(Collection entries)
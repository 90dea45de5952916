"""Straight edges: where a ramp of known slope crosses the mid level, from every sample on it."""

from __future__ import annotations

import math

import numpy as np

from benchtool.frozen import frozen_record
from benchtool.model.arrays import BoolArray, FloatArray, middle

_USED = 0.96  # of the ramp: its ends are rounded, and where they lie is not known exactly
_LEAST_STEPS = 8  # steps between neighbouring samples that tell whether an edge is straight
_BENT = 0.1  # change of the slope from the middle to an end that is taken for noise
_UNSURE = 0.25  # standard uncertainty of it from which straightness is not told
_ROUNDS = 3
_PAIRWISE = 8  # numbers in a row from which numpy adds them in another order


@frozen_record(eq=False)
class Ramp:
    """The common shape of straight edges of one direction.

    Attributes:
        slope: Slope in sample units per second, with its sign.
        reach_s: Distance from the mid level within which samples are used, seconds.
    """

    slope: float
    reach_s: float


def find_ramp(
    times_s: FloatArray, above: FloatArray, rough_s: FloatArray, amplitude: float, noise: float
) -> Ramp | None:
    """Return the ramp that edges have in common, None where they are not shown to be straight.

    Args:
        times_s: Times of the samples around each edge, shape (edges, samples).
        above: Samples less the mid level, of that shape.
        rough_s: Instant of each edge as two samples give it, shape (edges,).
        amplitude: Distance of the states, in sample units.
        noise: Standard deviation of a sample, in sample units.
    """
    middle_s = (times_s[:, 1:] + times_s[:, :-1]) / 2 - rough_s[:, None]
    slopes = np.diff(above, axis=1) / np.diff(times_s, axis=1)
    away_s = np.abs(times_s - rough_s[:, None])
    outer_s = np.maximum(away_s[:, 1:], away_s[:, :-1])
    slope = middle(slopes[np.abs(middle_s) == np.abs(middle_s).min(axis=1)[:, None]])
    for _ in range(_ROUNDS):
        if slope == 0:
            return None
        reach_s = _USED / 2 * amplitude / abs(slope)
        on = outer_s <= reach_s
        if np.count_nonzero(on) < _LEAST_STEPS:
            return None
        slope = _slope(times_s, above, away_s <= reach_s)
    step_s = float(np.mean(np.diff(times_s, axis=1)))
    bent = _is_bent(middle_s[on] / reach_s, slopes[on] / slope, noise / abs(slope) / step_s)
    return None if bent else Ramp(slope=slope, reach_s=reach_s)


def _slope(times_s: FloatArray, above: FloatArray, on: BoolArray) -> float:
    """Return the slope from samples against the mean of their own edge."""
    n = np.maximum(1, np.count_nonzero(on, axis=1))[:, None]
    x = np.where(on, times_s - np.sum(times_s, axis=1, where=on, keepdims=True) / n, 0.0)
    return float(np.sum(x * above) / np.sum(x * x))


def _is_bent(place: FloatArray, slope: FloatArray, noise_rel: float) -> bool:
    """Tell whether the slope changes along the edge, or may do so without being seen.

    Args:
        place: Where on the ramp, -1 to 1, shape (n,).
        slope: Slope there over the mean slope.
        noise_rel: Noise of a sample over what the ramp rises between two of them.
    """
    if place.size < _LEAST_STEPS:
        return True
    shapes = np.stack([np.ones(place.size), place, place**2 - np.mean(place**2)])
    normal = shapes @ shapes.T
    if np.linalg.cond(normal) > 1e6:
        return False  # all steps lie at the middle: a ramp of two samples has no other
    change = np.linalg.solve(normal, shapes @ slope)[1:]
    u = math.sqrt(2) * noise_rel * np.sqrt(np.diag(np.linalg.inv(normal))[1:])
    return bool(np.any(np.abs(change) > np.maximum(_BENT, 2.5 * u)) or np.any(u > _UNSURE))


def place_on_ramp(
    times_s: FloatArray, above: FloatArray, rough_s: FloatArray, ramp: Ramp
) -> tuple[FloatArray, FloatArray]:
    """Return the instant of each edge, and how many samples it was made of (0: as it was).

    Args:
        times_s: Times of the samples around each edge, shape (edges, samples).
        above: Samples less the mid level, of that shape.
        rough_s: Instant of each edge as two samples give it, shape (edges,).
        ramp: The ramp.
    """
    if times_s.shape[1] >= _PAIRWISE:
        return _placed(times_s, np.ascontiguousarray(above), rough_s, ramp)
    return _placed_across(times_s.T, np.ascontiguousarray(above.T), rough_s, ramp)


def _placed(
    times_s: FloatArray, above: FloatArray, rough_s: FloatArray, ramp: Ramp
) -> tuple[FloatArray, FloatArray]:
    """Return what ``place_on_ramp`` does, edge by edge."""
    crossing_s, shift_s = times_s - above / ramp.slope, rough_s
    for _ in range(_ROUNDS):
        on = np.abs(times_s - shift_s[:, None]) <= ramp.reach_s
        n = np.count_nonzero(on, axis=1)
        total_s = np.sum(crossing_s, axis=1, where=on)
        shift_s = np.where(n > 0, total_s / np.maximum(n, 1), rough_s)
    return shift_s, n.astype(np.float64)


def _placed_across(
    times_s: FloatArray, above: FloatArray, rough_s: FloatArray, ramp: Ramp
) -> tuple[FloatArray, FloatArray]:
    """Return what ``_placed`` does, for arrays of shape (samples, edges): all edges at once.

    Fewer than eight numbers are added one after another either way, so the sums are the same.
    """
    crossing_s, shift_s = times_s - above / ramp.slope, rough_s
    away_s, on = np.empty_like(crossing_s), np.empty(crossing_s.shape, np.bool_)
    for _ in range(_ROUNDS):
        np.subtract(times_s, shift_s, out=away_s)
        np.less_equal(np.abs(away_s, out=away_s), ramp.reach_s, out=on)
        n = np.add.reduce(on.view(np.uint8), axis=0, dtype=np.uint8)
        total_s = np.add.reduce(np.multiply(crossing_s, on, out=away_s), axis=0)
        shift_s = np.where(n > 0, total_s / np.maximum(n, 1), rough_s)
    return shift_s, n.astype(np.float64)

Work required – Retype each record above so that every word stays exactly the same.

Answer area –
repository 90dea45de5952916
"""Straight edges: where a ramp of known slope crosses the mid level, from every sample on it."""

from __future__ import annotations

import math

import numpy as np

from benchtool.frozen import frozen_record
from benchtool.model.arrays import BoolArray, FloatArray, middle

_USED = 0.96  # of the ramp: its ends are rounded, and where they lie is not known exactly
_LEAST_STEPS = 8  # steps between neighbouring samples that tell whether an edge is straight
_BENT = 0.1  # change of the slope from the middle to an end that is taken for noise
_UNSURE = 0.25  # standard uncertainty of it from which straightness is not told
_ROUNDS = 3
_PAIRWISE = 8  # numbers in a row from which numpy adds them in another order


@frozen_record(eq=False)
class Ramp:
    """The common shape of straight edges of one direction.

    Attributes:
        slope: Slope in sample units per second, with its sign.
        reach_s: Distance from the mid level within which samples are used, seconds.
    """

    slope: float
    reach_s: float


def find_ramp(
    times_s: FloatArray, above: FloatArray, rough_s: FloatArray, amplitude: float, noise: float
) -> Ramp | None:
    """Return the ramp that edges have in common, None where they are not shown to be straight.

    Args:
        times_s: Times of the samples around each edge, shape (edges, samples).
        above: Samples less the mid level, of that shape.
        rough_s: Instant of each edge as two samples give it, shape (edges,).
        amplitude: Distance of the states, in sample units.
        noise: Standard deviation of a sample, in sample units.
    """
    middle_s = (times_s[:, 1:] + times_s[:, :-1]) / 2 - rough_s[:, None]
    slopes = np.diff(above, axis=1) / np.diff(times_s, axis=1)
    away_s = np.abs(times_s - rough_s[:, None])
    outer_s = np.maximum(away_s[:, 1:], away_s[:, :-1])
    slope = middle(slopes[np.abs(middle_s) == np.abs(middle_s).min(axis=1)[:, None]])
    for _ in range(_ROUNDS):
        if slope == 0:
            return None
        reach_s = _USED / 2 * amplitude / abs(slope)
        on = outer_s <= reach_s
        if np.count_nonzero(on) < _LEAST_STEPS:
            return None
        slope = _slope(times_s, above, away_s <= reach_s)
    step_s = float(np.mean(np.diff(times_s, axis=1)))
    bent = _is_bent(middle_s[on] / reach_s, slopes[on] / slope, noise / abs(slope) / step_s)
    return None if bent else Ramp(slope=slope, reach_s=reach_s)


def _slope(times_s: FloatArray, above: FloatArray, on: BoolArray) -> float:
    """Return the slope from samples against the mean of their own edge."""
    n = np.maximum(1, np.count_nonzero(on, axis=1))[:, None]
    x = np.where(on, times_s - np.sum(times_s, axis=1, where=on, keepdims=True) / n, 0.0)
    return float(np.sum(x * above) / np.sum(x * x))


def _is_bent(place: FloatArray, slope: FloatArray, noise_rel: float) -> bool:
    """Tell whether the slope changes along the edge, or may do so without being seen.

    Args:
        place: Where on the ramp, -1 to 1, shape (n,).
        slope: Slope there over the mean slope.
        noise_rel: Noise of a sample over what the ramp rises between two of them.
    """
    if place.size < _LEAST_STEPS:
        return True
    shapes = np.stack([np.ones(place.size), place, place**2 - np.mean(place**2)])
    normal = shapes @ shapes.T
    if np.linalg.cond(normal) > 1e6:
        return False  # all steps lie at the middle: a ramp of two samples has no other
    change = np.linalg.solve(normal, shapes @ slope)[1:]
    u = math.sqrt(2) * noise_rel * np.sqrt(np.diag(np.linalg.inv(normal))[1:])
    return bool(np.any(np.abs(change) > np.maximum(_BENT, 2.5 * u)) or np.any(u > _UNSURE))


def place_on_ramp(
    times_s: FloatArray, above: FloatArray, rough_s: FloatArray, ramp: Ramp
) -> tuple[FloatArray, FloatArray]:
    """Return the instant of each edge, and how many samples it was made of (0: as it was).

    Args:
        times_s: Times of the samples around each edge, shape (edges, samples).
        above: Samples less the mid level, of that shape.
        rough_s: Instant of each edge as two samples give it, shape (edges,).
        ramp: The ramp.
    """
    if times_s.shape[1] >= _PAIRWISE:
        return _placed(times_s, np.ascontiguousarray(above), rough_s, ramp)
    return _placed_across(times_s.T, np.ascontiguousarray(above.T), rough_s, ramp)


def _placed(
    times_s: FloatArray, above: FloatArray, rough_s: FloatArray, ramp: Ramp
) -> tuple[FloatArray, FloatArray]:
    """Return what ``place_on_ramp`` does, edge by edge."""
    crossing_s, shift_s = times_s - above / ramp.slope, rough_s
    for _ in range(_ROUNDS):
        on = np.abs(times_s - shift_s[:, None]) <= ramp.reach_s
        n = np.count_nonzero(on, axis=1)
        total_s = np.sum(crossing_s, axis=1, where=on)
        shift_s = np.where(n > 0, total_s / np.maximum(n, 1), rough_s)
    return shift_s, n.astype(np.float64)


def _placed_across(
    times_s: FloatArray, above: FloatArray, rough_s: FloatArray, ramp: Ramp
) -> tuple[FloatArray, FloatArray]:
    """Return what ``_placed`` does, for arrays of shape (samples, edges): all edges at once.

    Fewer than eight numbers are added one after another either way, so the sums are the same.
    """
    crossing_s, shift_s = times_s - above / ramp.slope, rough_s
    away_s, on = np.empty_like(crossing_s), np.empty(crossing_s.shape, np.bool_)
    for _ in range(_ROUNDS):
        np.subtract(times_s, shift_s, out=away_s)
        np.less_equal(np.abs(away_s, out=away_s), ramp.reach_s, out=on)
        n = np.add.reduce(on.view(np.uint8), axis=0, dtype=np.uint8)
        total_s = np.add.reduce(np.multiply(crossing_s, on, out=away_s), axis=0)
        shift_s = np.where(n > 0, total_s / np.maximum(n, 1), rough_s)
    return shift_s, n.astype(np.float64)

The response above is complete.